>>>>>

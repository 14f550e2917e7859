package plot

import (
	"bufio"
	"fmt"
	"html"
	"io"
	"strconv"

	"hystd/acq/record"
)

// SVG writes loops as a standalone SVG 1.1 document to w. Each loop's trace
// is a <polyline> with class "trace" and a data-loop attribute "RUN#N"; the
// (BH)max marker, when drawn, is a <circle> with class "bhmax". It returns
// ErrNoPoints when no loop holds a finite point, or a write error; w is not
// closed.
func SVG(w io.Writer, loops []record.Loop, o Options) error {
	s, err := build(loops, o)
	if err != nil {
		return err
	}
	bw := bufio.NewWriter(w)
	s.svg(bw, loops)
	return bw.Flush()
}

func f1(v float64) string { return strconv.FormatFloat(v, 'f', 1, 64) }

func (s *scene) svg(w *bufio.Writer, loops []record.Loop) {
	esc := html.EscapeString
	fmt.Fprintf(w, `<?xml version="1.0" encoding="UTF-8"?>`+"\n")
	fmt.Fprintf(w, `<svg xmlns="http://www.w3.org/2000/svg" width="%d" height="%d" viewBox="0 0 %d %d" font-family="DejaVu Sans, Helvetica, Arial, sans-serif" font-size="12">`+"\n", s.w, s.h, s.w, s.h)
	fmt.Fprintf(w, `<rect width="%d" height="%d" fill="%s"/>`+"\n", s.w, s.h, colPaper.hex())
	if s.title != "" {
		fmt.Fprintf(w, `<text x="%s" y="24" font-size="15" fill="%s">%s</text>`+"\n", f1(s.x0), colInk.hex(), esc(s.title))
	}
	// Grid and ticks.
	fmt.Fprintf(w, `<g stroke="%s" stroke-width="1">`+"\n", colGrid.hex())
	for _, t := range s.xticks {
		fmt.Fprintf(w, `<line x1="%s" y1="%s" x2="%s" y2="%s"/>`+"\n", f1(t.px), f1(s.y0), f1(t.px), f1(s.y1))
	}
	for _, t := range s.yticks {
		fmt.Fprintf(w, `<line x1="%s" y1="%s" x2="%s" y2="%s"/>`+"\n", f1(s.x0), f1(t.px), f1(s.x1), f1(t.px))
	}
	fmt.Fprintln(w, `</g>`)
	fmt.Fprintf(w, `<g stroke="%s" stroke-width="1.2">`+"\n", colAxis.hex())
	if s.xzero >= s.x0 && s.xzero <= s.x1 {
		fmt.Fprintf(w, `<line x1="%s" y1="%s" x2="%s" y2="%s"/>`+"\n", f1(s.xzero), f1(s.y0), f1(s.xzero), f1(s.y1))
	}
	if s.yzero >= s.y0 && s.yzero <= s.y1 {
		fmt.Fprintf(w, `<line x1="%s" y1="%s" x2="%s" y2="%s"/>`+"\n", f1(s.x0), f1(s.yzero), f1(s.x1), f1(s.yzero))
	}
	fmt.Fprintf(w, `<rect x="%s" y="%s" width="%s" height="%s" fill="none"/>`+"\n", f1(s.x0), f1(s.y0), f1(s.x1-s.x0), f1(s.y1-s.y0))
	fmt.Fprintln(w, `</g>`)
	fmt.Fprintf(w, `<g fill="%s">`+"\n", colInk.hex())
	for _, t := range s.xticks {
		fmt.Fprintf(w, `<text x="%s" y="%s" text-anchor="middle">%s</text>`+"\n", f1(t.px), f1(s.y1+16), esc(t.label))
	}
	for _, t := range s.yticks {
		fmt.Fprintf(w, `<text x="%s" y="%s" text-anchor="end">%s</text>`+"\n", f1(s.x0-6), f1(t.px+4), esc(t.label))
	}
	fmt.Fprintf(w, `<text x="%s" y="%s" text-anchor="middle" font-size="13">%s</text>`+"\n", f1((s.x0+s.x1)/2), f1(s.y1+38), esc(s.xlabel))
	fmt.Fprintf(w, `<text transform="translate(18 %s) rotate(-90)" text-anchor="middle" font-size="13">%s</text>`+"\n", f1((s.y0+s.y1)/2), esc(s.ylabel))
	fmt.Fprintln(w, `</g>`)

	// Traces, clipped to the plot area.
	fmt.Fprintf(w, `<clipPath id="area"><rect x="%s" y="%s" width="%s" height="%s"/></clipPath>`+"\n", f1(s.x0), f1(s.y0), f1(s.x1-s.x0), f1(s.y1-s.y0))
	fmt.Fprintln(w, `<g clip-path="url(#area)" fill="none" stroke-width="1.6" stroke-linejoin="round">`)
	li := 0
	for ti, t := range s.traces {
		id := ""
		if !t.dashed && li < len(loops) {
			id = fmt.Sprintf("%s#%d", loops[li].RunID, loops[li].N)
			li++
		} else if t.dashed && li > 0 {
			id = fmt.Sprintf("%s#%d", loops[li-1].RunID, loops[li-1].N)
		}
		dash := ""
		if t.dashed {
			dash = ` stroke-dasharray="6 4"`
		}
		for _, seg := range t.segs {
			fmt.Fprintf(w, `<polyline class="trace" data-loop="%s" data-trace="%d" stroke="%s"%s points="`, esc(id), ti, t.col.hex(), dash)
			for k, p := range seg {
				if k > 0 {
					w.WriteByte(' ')
				}
				w.WriteString(f1(p.x))
				w.WriteByte(',')
				w.WriteString(f1(p.y))
			}
			fmt.Fprintln(w, `"/>`)
		}
	}
	if m := s.mark; m != nil {
		if len(m.curve) > 1 {
			fmt.Fprintf(w, `<polyline stroke="%s" stroke-width="1" stroke-dasharray="2 3" points="`, colMark.hex())
			for k, p := range m.curve {
				if k > 0 {
					w.WriteByte(' ')
				}
				fmt.Fprintf(w, "%s,%s", f1(p.x), f1(p.y))
			}
			fmt.Fprintln(w, `"/>`)
		}
		fmt.Fprintf(w, `<circle class="bhmax" cx="%s" cy="%s" r="5" stroke="%s" stroke-width="2"/>`+"\n", f1(m.at.x), f1(m.at.y), colMark.hex())
	}
	fmt.Fprintln(w, `</g>`)
	if m := s.mark; m != nil {
		fmt.Fprintf(w, `<text x="%s" y="%s" fill="%s" text-anchor="%s">%s</text>`+"\n", f1(m.at.x+10), f1(m.at.y-12), colMark.hex(), "start", esc(m.label))
	}

	// Legend, top left inside the plot area.
	lx, ly := s.x0+10, s.y0+16
	for _, t := range s.legend {
		fmt.Fprintf(w, `<line x1="%s" y1="%s" x2="%s" y2="%s" stroke="%s" stroke-width="3"/>`, f1(lx), f1(ly-4), f1(lx+22), f1(ly-4), t.col.hex())
		fmt.Fprintf(w, `<text x="%s" y="%s" fill="%s">%s</text>`+"\n", f1(lx+28), f1(ly), colInk.hex(), esc(t.label))
		ly += 16
	}
	fmt.Fprintln(w, `</svg>`)
}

<<<<<

### REQUIREMENT
Above this instruction are the records; retype exactly the lines from the one containing "bw := bufio.NewWriter(w)" up to and including the one containing "esc := html.EscapeString".

### SOLUTION TO THIS TASK
	bw := bufio.NewWriter(w)
	s.svg(bw, loops)
	return bw.Flush()
}

func f1(v float64) string { return strconv.FormatFloat(v, 'f', 1, 64) }

func (s *scene) svg(w *bufio.Writer, loops []record.Loop) {
	esc := html.EscapeString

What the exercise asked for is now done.